Up to and including the line that contains "var e AuditEntry", reproduce every line exactly, beginning with the first line below.

Saved entries:

Start of Block

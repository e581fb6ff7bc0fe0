package store

import (
	"context"
	"encoding/base64"
	"encoding/json"
	"strconv"
	"time"

	"github.com/jackc/pgx/v5"

	"github.com/rotorwright/rotorwright/fleet"
)

// AuditEntry is one row of the append-only audit log.
type AuditEntry struct {
	ID        int64     `json:"id"`
	At        time.Time `json:"at"`
	Actor     *string   `json:"actor"`
	ActorName string    `json:"actor_name"`
	RequestID string    `json:"request_id"`
	// ClientRequestID is the X-Request-ID the client sent (null if none).
	ClientRequestID *string         `json:"client_request_id"`
	Method          string          `json:"method"`
	Route           string          `json:"route"`
	Entity          string          `json:"entity"`
	EntityID        string          `json:"entity_id"`
	Before          json.RawMessage `json:"before"`
	After           json.RawMessage `json:"after"`
	// PrevHash and Hash chain the rows (hex SHA-256; see VerifyAudit).
	PrevHash string `json:"prev_hash"`
	Hash     string `json:"hash"`
}

// AuditFilter narrows the audit listing.
type AuditFilter struct {
	Entity, EntityID string
}

// Audit lists audit entries oldest first, one keyset page.
func (db *DB) Audit(ctx context.Context, f AuditFilter, p Page) ([]*AuditEntry, string, error) {
	var after int64
	if p.Cursor != "" {
		b, err := base64.RawURLEncoding.DecodeString(p.Cursor)
		if err == nil {
			after, err = strconv.ParseInt(string(b), 10, 64)
		}
		if err != nil {
			return nil, "", fleet.FieldError("cursor", "is not a cursor this service issued")
		}
	}
	rows, err := db.pool.Query(ctx, `
		SELECT id, at, actor, actor_name, request_id, client_request_id, method, route, entity, entity_id, before, after,
			encode(prev_hash, 'hex'), encode(hash, 'hex')
		FROM audit_log
		WHERE id > $1 AND ($2 = '' OR entity = $2) AND ($3 = '' OR entity_id = $3)
		ORDER BY id LIMIT $4`, after, f.Entity, f.EntityID, p.Limit+1)
	if err != nil {
		return nil, "", translate(err)
	}
	list, err := collect(rows, func(r pgx.Row) (*AuditEntry, error) {
		var e AuditEntry
		return &e, r.Scan(&e.ID, &e.At, &e.Actor, &e.ActorName, &e.RequestID, &e.ClientRequestID, &e.Method, &e.Route,
			&e.Entity, &e.EntityID, &e.Before, &e.After, &e.PrevHash, &e.Hash)
	})
	if err != nil {
		return nil, "", err
	}
	next := ""
	if len(list) > p.Limit {
		list = list[:p.Limit]
		next = base64.RawURLEncoding.EncodeToString([]byte(strconv.FormatInt(list[p.Limit-1].ID, 10)))
	}
	return list, next, nil
}
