package store

import (
	"context"
	"encoding/json"
	"time"

	"github.com/jackc/pgx/v5"

	"github.com/rotorwright/rotorwright/fleet"
)

// The board's fleet-wide reads: each answers for every airframe (or part)
// in one query, so a page costs a few round trips whatever the fleet size.

// FleetReadinessFacts loads the readiness facts of every airframe at the
// moment at in five queries (airframes, layouts, rotors, grounding events,
// due items), in tail-code order. Due holds only what readiness weighs and
// the page shows: the items not ok, and the most urgent item (so the next
// one due) of each airframe, in the due list's order. Most of a fleet's
// items are ok, and reading them all was most of the fleet page's time.
func (db *DB) FleetReadinessFacts(ctx context.Context, at time.Time) ([]*ReadinessFacts, error) {
	rows, err := db.pool.Query(ctx, `SELECT `+airframeCols+` FROM airframes ORDER BY code`)
	if err != nil {
		return nil, translate(err)
	}
	airframes, err := collect(rows, scanAirframe)
	if err != nil {
		return nil, err
	}
	layouts, err := db.Layouts(ctx)
	if err != nil {
		return nil, err
	}
	byName := map[string]*fleet.Layout{}
	for _, l := range layouts {
		byName[l.Name] = l
	}
	out := make([]*ReadinessFacts, len(airframes))
	byID := map[string]*ReadinessFacts{}
	for i, a := range airframes {
		out[i] = &ReadinessFacts{Airframe: a, Layout: byName[a.Layout]}
		if out[i].Layout == nil {
			out[i].Layout = &fleet.Layout{Name: a.Layout}
		}
		byID[a.ID] = out[i]
	}
	rows, err = db.pool.Query(ctx, rotorsAtSQL+` ORDER BY f.airframe_id, f.kind, f.position`, at)
	if err != nil {
		return nil, translate(err)
	}
	err = eachRotor(rows, func(id string, fr FittedRotor) {
		if rf := byID[id]; rf != nil {
			rf.Rotors = append(rf.Rotors, fr)
		}
	})
	if err != nil {
		return nil, err
	}
	rows, err = db.pool.Query(ctx, groundingEventsSQL+` AND airframe_id IS NOT NULL ORDER BY at`)
	if err != nil {
		return nil, translate(err)
	}
	events, err := collect(rows, scanEvent)
	if err != nil {
		return nil, err
	}
	for _, e := range events {
		if rf := byID[*e.AirframeID]; rf != nil {
			rf.Events = append(rf.Events, e)
		}
	}
	rows, err = db.pool.Query(ctx, fleetDueSQL)
	if err != nil {
		return nil, translate(err)
	}
	due, err := collect(rows, scanDueItem)
	if err != nil {
		return nil, err
	}
	for _, d := range due {
		if rf := byID[*d.AirframeID]; rf != nil {
			rf.Due = append(rf.Due, d)
		}
	}
	for _, rf := range out {
		rf.Empty = emptyRotorPlaces(rf.Layout, rf.Rotors)
	}
	return out, nil
}

// fleetDueSQL reads the airframes' due items that are not ok and each
// airframe's most urgent item, most urgent first.
const fleetDueSQL = `
		SELECT ` + dueItemCols + `
		FROM (SELECT d.*, row_number() OVER (PARTITION BY d.airframe_id ORDER BY ` + dueUrgency + `) AS rank
		      FROM due_items d WHERE d.airframe_id IS NOT NULL) d ` + dueItemJoins + `
		WHERE d.status <> 'ok' OR d.rank = 1
		ORDER BY ` + dueUrgency

// FleetOpenDiscrepancies lists the discrepancies open at the moment at by
// airframe (on the airframe itself or on a part fitted to it then), in
// OpenDiscrepancies' order, in one query.
func (db *DB) FleetOpenDiscrepancies(ctx context.Context, at time.Time) (map[string][]OpenDiscrepancy, error) {
	rows, err := db.pool.Query(ctx, `
		SELECT `+prefixed("d.", discrepancyCols)+`, coalesce(p.serial, a.code), coalesce(f.airframe_id, d.airframe_id)
		FROM discrepancies d
		LEFT JOIN parts p ON p.id = d.part_id
		LEFT JOIN airframes a ON a.id = d.airframe_id
		LEFT JOIN fits f ON d.part_id IS NOT NULL AND f.part_id = d.part_id AND f.during @> $1::timestamptz
		WHERE d.found_at <= $1 AND (d.cleared_at IS NULL OR d.cleared_at > $1)
		  AND ((d.part_id IS NULL AND d.airframe_id IS NOT NULL) OR f.airframe_id IS NOT NULL)
		ORDER BY d.grounding DESC, d.found_at`, at)
	if err != nil {
		return nil, translate(err)
	}
	defer rows.Close()
	out := map[string][]OpenDiscrepancy{}
	for rows.Next() {
		var d fleet.Discrepancy
		od := OpenDiscrepancy{Discrepancy: &d}
		var airframeID string
		if err := rows.Scan(&d.ID, &d.WorkRecordID, &d.AirframeID, &d.PartID, &d.FoundAt, &d.Description, &d.Grounding,
			&d.ClearedAt, &d.ClearedBy, &d.CreatedAt, &od.Subject, &airframeID); err != nil {
			return nil, translate(err)
		}
		out[airframeID] = append(out[airframeID], od)
	}
	return out, translate(rows.Err())
}

// AirframeTotals is an airframe's time in service, flights and last flight.
type AirframeTotals struct {
	Flights   int
	Hours     float64
	LastFlown *time.Time
}

// FleetTotals returns every airframe's totals by airframe id, in one query.
// The durations are summed as intervals (exact, and cheap) and turned into
// hours once: extract yields numeric, and summing 30,000 numerics was
// most of this query's time.
func (db *DB) FleetTotals(ctx context.Context) (map[string]AirframeTotals, error) {
	rows, err := db.pool.Query(ctx, `
		SELECT airframe_id, count(*), coalesce(extract(epoch FROM sum(landing_at - takeoff_at))::float8 / 3600, 0), max(landing_at)
		FROM flights GROUP BY airframe_id`)
	if err != nil {
		return nil, translate(err)
	}
	defer rows.Close()
	out := map[string]AirframeTotals{}
	for rows.Next() {
		var id string
		var t AirframeTotals
		if err := rows.Scan(&id, &t.Flights, &t.Hours, &t.LastFlown); err != nil {
			return nil, translate(err)
		}
		out[id] = t
	}
	return out, translate(rows.Err())
}

// OpenEventCounts counts the unresolved events of each airframe (events on
// the airframe itself or on a flight of it), in one query.
func (db *DB) OpenEventCounts(ctx context.Context) (map[string]int, error) {
	rows, err := db.pool.Query(ctx, `
		SELECT coalesce(e.airframe_id, f.airframe_id), count(*)
		FROM events e LEFT JOIN flights f ON f.id = e.flight_id
		WHERE e.resolved_at IS NULL AND coalesce(e.airframe_id, f.airframe_id) IS NOT NULL
		GROUP BY 1`)
	if err != nil {
		return nil, translate(err)
	}
	defer rows.Close()
	out := map[string]int{}
	for rows.Next() {
		var id string
		var n int
		if err := rows.Scan(&id, &n); err != nil {
			return nil, translate(err)
		}
		out[id] = n
	}
	return out, translate(rows.Err())
}

// Labels are the tail codes and serials of records named by id.
type Labels struct {
	Airframes map[string]string // id -> tail code
	Parts     map[string]string // id -> serial
}

// LabelsOf returns the codes and serials of the given airframes and parts in
// one query.
func (db *DB) LabelsOf(ctx context.Context, airframeIDs, partIDs []string) (Labels, error) {
	l := Labels{Airframes: map[string]string{}, Parts: map[string]string{}}
	rows, err := db.pool.Query(ctx, `
		SELECT 'a', id, code FROM airframes WHERE id = ANY($1::uuid[])
		UNION ALL SELECT 'p', id, serial FROM parts WHERE id = ANY($2::uuid[])`, airframeIDs, partIDs)
	if err != nil {
		return l, translate(err)
	}
	defer rows.Close()
	for rows.Next() {
		var k, id, label string
		if err := rows.Scan(&k, &id, &label); err != nil {
			return l, translate(err)
		}
		if k == "a" {
			l.Airframes[id] = label
		} else {
			l.Parts[id] = label
		}
	}
	return l, translate(rows.Err())
}

// RecentFlight is one flight in an airframe's recent list.
type RecentFlight struct {
	ID              string
	TakeoffAt       time.Time
	LandingAt       time.Time
	Pilot           string
	JobCode         *string
	Packs           []string // serials
	PackIDs         []string
	EfficiencyIndex *float64
	ChargeMah       *float64
	LandingG        *float64
	OverrideReason  *string
	ReadyAtTakeoff  *bool // the verdict kept with the flight; nil until judged
}

// RecentFlights returns an airframe's last n flights, newest first, with
// their job, packs and a few figures, in one query.
func (db *DB) RecentFlights(ctx context.Context, airframeID string, n int) ([]RecentFlight, error) {
	rows, err := db.pool.Query(ctx, `
		SELECT fl.id, fl.takeoff_at, fl.landing_at, fl.pilot, j.code,
			coalesce((SELECT array_agg(p.serial ORDER BY fp.slot) FROM flight_packs fp JOIN parts p ON p.id = fp.part_id
			          WHERE fp.flight_id = fl.id), '{}'),
			coalesce((SELECT array_agg(fp.part_id::text ORDER BY fp.slot) FROM flight_packs fp WHERE fp.flight_id = fl.id), '{}'),
			m.efficiency_index, m.charge_mah, m.landing_g, fl.override_reason, (fl.readiness_at_takeoff->>'ready')::boolean
		FROM flights fl LEFT JOIN jobs j ON j.id = fl.job_id LEFT JOIN flight_metrics m ON m.flight_id = fl.id
		WHERE fl.airframe_id = $1 ORDER BY fl.takeoff_at DESC LIMIT $2`, airframeID, n)
	if err != nil {
		return nil, translate(err)
	}
	return collect(rows, func(r pgx.Row) (RecentFlight, error) {
		var f RecentFlight
		return f, r.Scan(&f.ID, &f.TakeoffAt, &f.LandingAt, &f.Pilot, &f.JobCode, &f.Packs, &f.PackIDs,
			&f.EfficiencyIndex, &f.ChargeMah, &f.LandingG, &f.OverrideReason, &f.ReadyAtTakeoff)
	})
}

// PartHealthViews returns the stored health views of the given parts by id
// (parts never computed are absent), in one query.
func (db *DB) PartHealthViews(ctx context.Context, ids []string) (map[string]json.RawMessage, error) {
	rows, err := db.pool.Query(ctx, `SELECT part_id, view FROM part_health WHERE part_id = ANY($1::uuid[])`, ids)
	if err != nil {
		return nil, translate(err)
	}
	defer rows.Close()
	out := map[string]json.RawMessage{}
	for rows.Next() {
		var id string
		var v json.RawMessage
		if err := rows.Scan(&id, &v); err != nil {
			return nil, translate(err)
		}
		out[id] = v
	}
	return out, translate(rows.Err())
}

// PackAttention is a pack whose stored health asks for a check.
type PackAttention struct {
	PartID     string
	Serial     string
	Status     string
	ComputedAt time.Time
	View       json.RawMessage
}

// PacksNeedingAttention lists the packs in service whose stored health is
// not plainly serviceable or carries reasons (storage, imbalance,
// resistance...), worst first, in one query.
func (db *DB) PacksNeedingAttention(ctx context.Context) ([]PackAttention, error) {
	rows, err := db.pool.Query(ctx, `
		SELECT p.id, p.serial, h.status, h.computed_at, h.view
		FROM part_health h JOIN parts p ON p.id = h.part_id
		WHERE p.kind = 'pack' AND p.status <> 'retired'
		  AND (h.status <> 'serviceable' OR jsonb_array_length(coalesce(h.view->'pack'->'reasons', '[]')) > 0)
		ORDER BY CASE h.status WHEN 'retire' THEN 0 WHEN 'watch' THEN 1 ELSE 2 END, p.serial`)
	if err != nil {
		return nil, translate(err)
	}
	return collect(rows, func(r pgx.Row) (PackAttention, error) {
		var a PackAttention
		return a, r.Scan(&a.PartID, &a.Serial, &a.Status, &a.ComputedAt, &a.View)
	})
}

// PackChoice is a pack a pilot may pick for a field check.
type PackChoice struct {
	ID     string
	Serial string
	Status string
	CellsS int
}

// PacksOfCells lists the packs not retired with the given cells in series,
// by serial, in one query.
func (db *DB) PacksOfCells(ctx context.Context, cells int) ([]PackChoice, error) {
	rows, err := db.pool.Query(ctx, `
		SELECT id, serial, status, (specs->>'cells_s')::int FROM parts
		WHERE kind = 'pack' AND status <> 'retired' AND (specs->>'cells_s')::int = $1 ORDER BY serial`, cells)
	if err != nil {
		return nil, translate(err)
	}
	return collect(rows, func(r pgx.Row) (PackChoice, error) {
		var p PackChoice
		return p, r.Scan(&p.ID, &p.Serial, &p.Status, &p.CellsS)
	})
}

// JobByCode returns the job with a code.
func (db *DB) JobByCode(ctx context.Context, code string) (*fleet.Job, error) {
	j, err := scanJob(db.pool.QueryRow(ctx, `SELECT `+jobCols+` FROM jobs WHERE code = $1`, code))
	if err != nil {
		return nil, translateNotFound(err, "job")
	}
	return j, nil
}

End of Block

ANSWER TO THIS PROBLEM →
repository e581fb6ff7bc0fe0
package store

import (
	"context"
	"encoding/base64"
	"encoding/json"
	"strconv"
	"time"

	"github.com/jackc/pgx/v5"

	"github.com/rotorwright/rotorwright/fleet"
)

// AuditEntry is one row of the append-only audit log.
type AuditEntry struct {
	ID        int64     `json:"id"`
	At        time.Time `json:"at"`
	Actor     *string   `json:"actor"`
	ActorName string    `json:"actor_name"`
	RequestID string    `json:"request_id"`
	// ClientRequestID is the X-Request-ID the client sent (null if none).
	ClientRequestID *string         `json:"client_request_id"`
	Method          string          `json:"method"`
	Route           string          `json:"route"`
	Entity          string          `json:"entity"`
	EntityID        string          `json:"entity_id"`
	Before          json.RawMessage `json:"before"`
	After           json.RawMessage `json:"after"`
	// PrevHash and Hash chain the rows (hex SHA-256; see VerifyAudit).
	PrevHash string `json:"prev_hash"`
	Hash     string `json:"hash"`
}

// AuditFilter narrows the audit listing.
type AuditFilter struct {
	Entity, EntityID string
}

// Audit lists audit entries oldest first, one keyset page.
func (db *DB) Audit(ctx context.Context, f AuditFilter, p Page) ([]*AuditEntry, string, error) {
	var after int64
	if p.Cursor != "" {
		b, err := base64.RawURLEncoding.DecodeString(p.Cursor)
		if err == nil {
			after, err = strconv.ParseInt(string(b), 10, 64)
		}
		if err != nil {
			return nil, "", fleet.FieldError("cursor", "is not a cursor this service issued")
		}
	}
	rows, err := db.pool.Query(ctx, `
		SELECT id, at, actor, actor_name, request_id, client_request_id, method, route, entity, entity_id, before, after,
			encode(prev_hash, 'hex'), encode(hash, 'hex')
		FROM audit_log
		WHERE id > $1 AND ($2 = '' OR entity = $2) AND ($3 = '' OR entity_id = $3)
		ORDER BY id LIMIT $4`, after, f.Entity, f.EntityID, p.Limit+1)
	if err != nil {
		return nil, "", translate(err)
	}
	list, err := collect(rows, func(r pgx.Row) (*AuditEntry, error) {
		var e AuditEntry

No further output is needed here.